DeVargas Center
- Location: Santa Fe, New Mexico
- Coordinates: 35°41′34.03″N 105°57′2.27″W﻿ / ﻿35.6927861°N 105.9506306°W
- Address: 564 N Guadalupe St
- Opening date: 1973
- Developer: Nash Hancock
- Owner: Fidelis Reality Partners
- Architect: William Lumpkins
- No. of stores and services: 55
- No. of anchor tenants: 5
- Total retail floor area: 320,000 sq ft (30,000 m^{2}) (adjacent Market Street included)
- No. of floors: 1
- Website: devargascenter.com

= DeVargas Center =

DeVargas Center is an enclosed shopping center in Santa Fe, New Mexico named after Diego de Vargas. Originally named DeVargas Mall, the shopping center is one of two enclosed malls in Santa Fe.

== History ==

=== 1973-1987 ===

DeVargas Mall was developed by Kentucky businessman Nash Hancock and formally opened its doors in 1973. However, an Albertsons and Factory 2-U already had opened a few years prior. The structure was designed by Santa Fe architect William Lumpkins. In 1975, luxury men's department store Goodman's relocated from the Santa Fe Plaza. In 1977, the center added a Montgomery Ward and JCPenney as anchors and a United Artist two-screen theater. When the Villa Linda Mall opened in 1985, JCPenney relocated to the southwest side of town. The site would later be replaced by upscale department store C. R. Anthony Co.

=== 1988-2000 ===

The mall changed ownership for the first time in Weingarten Realty and underwent $1-million renovation which included upgrading the interior and expanding the theater. In 1996, Ross Dress for Less opened up a new-to-market location. In 1998, Montgomery Ward announced bankruptcy and shuttered its Santa Fe location.

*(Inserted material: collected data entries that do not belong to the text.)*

"""``corepace calibrate SCENARIO LOG``: fit h to a trial run and write it as a scenario overlay."""

from __future__ import annotations

import argparse
import math
from pathlib import Path

import pandas as pd

from optimizer.cli.common import EXIT_OK, BadInput, load, out_dir, prepare_out, say_written
from optimizer.cli.options import Formatter, add_common, add_scenario_options
from optimizer.cli.probe_options import (
    add_log_options,
    add_target_options,
    log_from_args,
    log_notes,
    minutes_pair,
    product_from_args,
    target_from_args,
)
from optimizer.cli.terminal import Ui
from optimizer.dwell.convert import thermal_product
from optimizer.probes.calibrate import Calibration, CalibrationError, calibrate
from optimizer.probes.overlay import overlay_text, provenance
from optimizer.reporting import export
from optimizer.scenario.provenance import made_at, tool_version

__all__ = ["add_parser", "cmd_calibrate"]

EPILOG = """\
examples:
  corepace calibrate configs/demo.yaml configs/logs/trial-chicken-roast-180.csv \\
      --product chicken-fillet --oven rack-oven-1 --setting roast-180 --out reports/cal
  corepace calibrate plant.yaml trial.csv --product ham-log --oven smoke-1 --fit-offset
  corepace calibrate plant.yaml chill.csv --product ham-log --tunnel t1 --setting fast \\
      --zone 1 --core T1 --core T2 --air T5 --window 0,45

writes <scenario>-calibrated.yaml (extends the scenario, sets measured_h and
measured_h_source), calibration.html, calibration.json, calibration.csv and
calibration_curves.csv; `corepace plan <scenario>-calibrated.yaml` then uses the
fitted h. Calibrate with the largest pieces: every product in the air setting
takes the fitted h.
"""


def _count(text: str) -> int:
    try:
        n = int(text)
    except ValueError:
        raise argparse.ArgumentTypeError(f"must be a whole number >= 0, got {text!r}") from None
    if n < 0 or n > 10000:
        raise argparse.ArgumentTypeError(f"must be a whole number 0..10000, got {text!r}")
    return n


def add_parser(subparsers: argparse._SubParsersAction) -> argparse.ArgumentParser:
    """Add ``corepace calibrate`` to the command's subparsers."""
    p = subparsers.add_parser(
        "calibrate",
        help="fit h to a trial run's probe log; write it as a scenario overlay",
        description="Fit the surface heat-transfer coefficient h (radiation included) of an air "
        "setting to a logged trial run by least squares on the core probes, with 95 % "
        "intervals (Jacobian, and a bootstrap over probes), and write it as a scenario "
        "overlay with its provenance. Optionally also fit a conductivity factor and the "
        "probes' offset from the centre. For a tunnel setting with several zones, fit each "
        "zone's part of the log (--window) to its --zone.",
        epilog=EPILOG,
        formatter_class=Formatter,
    )
    p.add_argument("scenario", metavar="SCENARIO", help="the plant's scenario file")
    p.add_argument("log", metavar="LOG", help="the logger file (CSV)")
    add_target_options(p)
    add_log_options(p)
    g = p.add_argument_group("fit")
    g.add_argument(
        "--fit-conductivity", action="store_true", help="also fit a factor on the conductivity"
    )
    g.add_argument(
        "--fit-offset",
        action="store_true",
        help="also fit the probes' offset from the centre (share of the half-thickness)",
    )
    g.add_argument(
        "--h-bounds",
        type=minutes_pair,
        metavar="LOW,HIGH",
        default=(1.0, 1000.0),
        help="[W/(m² K)]",
    )
    g.add_argument(
        "--window",
        type=minutes_pair,
        metavar="START,END",
        help="fit only this part of the log [min from its first reading]",
    )
    g.add_argument(
        "--bootstrap", type=_count, default=200, metavar="N", help="resamples of the probes"
    )
    g.add_argument("--seed", type=_count, default=0, help="seed of the resampling")
    add_scenario_options(p)
    add_common(p)
    p.set_defaults(func=cmd_calibrate)
    return p


def _curves(fit: Calibration) -> pd.DataFrame:
    rows = []
    for p in fit.probes:
        for t, m, f, u in zip(p.times, p.measured, p.fitted, p.used, strict=True):
            rows.append(
                {
                    "probe": p.channel,
                    "time_min": (t + fit.window[0]) / 60.0,
                    "measured_C": m if math.isfinite(m) else None,
                    "fitted_C": f,
                    "used": bool(u),
                }
            )
    return pd.DataFrame(rows)


def cmd_calibrate(args: argparse.Namespace, ui: Ui) -> int:
    """``corepace calibrate SCENARIO LOG``."""
    from optimizer.reporting.probe_pages import PageInfo, calibration_report, calibration_table

    scenario = load(args.scenario, args)
    product = product_from_args(scenario, args)
    target = target_from_args(scenario, args)
    log = log_from_args(args)
    piece = thermal_product(product)
    window = None if args.window is None else (args.window[0] * 60.0, args.window[1] * 60.0)
    if args.h_bounds[0] <= 0:
        raise BadInput([f"--h-bounds: LOW must be > 0 W/(m² K), got {args.h_bounds[0]:g}"])
    no_air = log.air is None
    try:
        with ui.status("fitting h"):
            fit = calibrate(
                log,
                piece.geometry,
                piece.properties,
                fit_conductivity=args.fit_conductivity,
                fit_offset=args.fit_offset,
                h_bounds=args.h_bounds,
                window=window,
                air_temperature=target.spec.air_temperature if no_air else None,
                bootstrap=args.bootstrap,
                seed=args.seed,
            )
    except CalibrationError as exc:
        raise BadInput([str(exc)]) from exc
    target_dir = out_dir(args, args.scenario)
    stem = Path(args.scenario).stem
    overlay_path = target_dir / f"{stem}-calibrated.yaml"
    made = made_at()
    notes = [n.message for n in log.notes]
    if no_air:
        notes.append(
            f"the log has no air channel: the setting's {target.spec.air_temperature:g} °C was used"
        )
    info = PageInfo(args.scenario, product.name, target.label, tool_version(), made, args.argv_text)
    summary = {
        "scenario": args.scenario,
        "log": args.log,
        "log_sha256": fit.log_sha256,
        "run_started": fit.started,
        "product": product.name,
        "air_setting": target.path,
        "estimates": [
            {
                "name": e.name,
                "unit": e.unit,
                "value": e.value,
                "low_95": e.low,
                "high_95": e.high,
                "bootstrap_low_95": e.boot_low,
                "bootstrap_high_95": e.boot_high,
                "at_bound": e.at_bound,
            }
            for e in fit.estimates
        ],
        "biot": fit.biot,
        "rms_K": fit.rms,
        "readings": fit.n_points,
        "probes": [{"probe": p.channel, "rms_K": p.rms} for p in fit.probes],
        "warnings": list(fit.warnings),
        "log_notes": log_notes(log),
        "measured_h_source": provenance(fit, product=product.name, made=made),
        "overlay": str(overlay_path),
    }
    prepare_out(target_dir)
    protect = [args.scenario, args.log]
    with ui.status("writing the calibration"):
        written = [
            export.atomic_write_text(
                overlay_path,
                overlay_text(
                    args.scenario, overlay_path, target, fit, product=product.name, made=made
                ),
                protect=protect,
            ),
            export.atomic_write_text(
                target_dir / "calibration.html",
                calibration_report(fit, info, overlay_path.name, notes),
                protect=protect,
            ),
            export.write_json(target_dir / "calibration.json", summary, protect=protect),
            export.write_csv(
                target_dir / "calibration.csv", calibration_table(fit), protect=protect
            ),
            export.write_csv(target_dir / "calibration_curves.csv", _curves(fit), protect=protect),
        ]
    ui.emit_json({**summary, "files": [str(p) for p in written]})
    h = fit.h
    ui.say(f"{product.name} in {target.label}: {len(fit.probes)} probe(s), {fit.n_points} readings")
    for e in fit.estimates:
        boot = (
            f"; bootstrap {e.boot_low:.4g} to {e.boot_high:.4g}" if e.boot_low is not None else ""
        )
        ui.say(f"  {e.name} = {e.value:.4g} {e.unit} (95 %: {e.low:.4g} to {e.high:.4g}{boot})")
    ui.say(f"  rms residual {fit.rms:.3f} K, Bi {fit.biot:.2f}")
    for w in fit.warnings:
        ui.say(f"  warning: {w}")
    for n in notes:
        ui.say(f"  log: {n}")
    say_written(ui, written)
    ui.result(f"h = {h.value:.4g} W/(m² K) (95 %: {h.low:.4g} to {h.high:.4g}) → {overlay_path}")
    return EXIT_OK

That same year Albertsons purchased the former Montgomery Ward location and announced plans to reconstruct the building.

=== 2001-present ===

In 2010, Fidelis Realty Partners purchased the property from Weingarten Realty Management Co, Inc. In 2016, several tenants from nearby Sanbusco Marketplace relocated to the center following New Mexico School of the Art's purchase of the property. During that same year, anchor tenant Hastings filed Chapter 11 bankruptcy and closed all of its stores. In 2017, the Regal Cinemas closed its six-screen theater In 2018, the shopping center announced plans to reconstruct the west side of the complex to include The Alley, a lounge and bowling alley. In 2019, T.J. Maxx announced HomeGoods subsidiary plans to occupy one of the anchors at the center. In 2022, Sierra Trading Post remodeled the former Hastings location.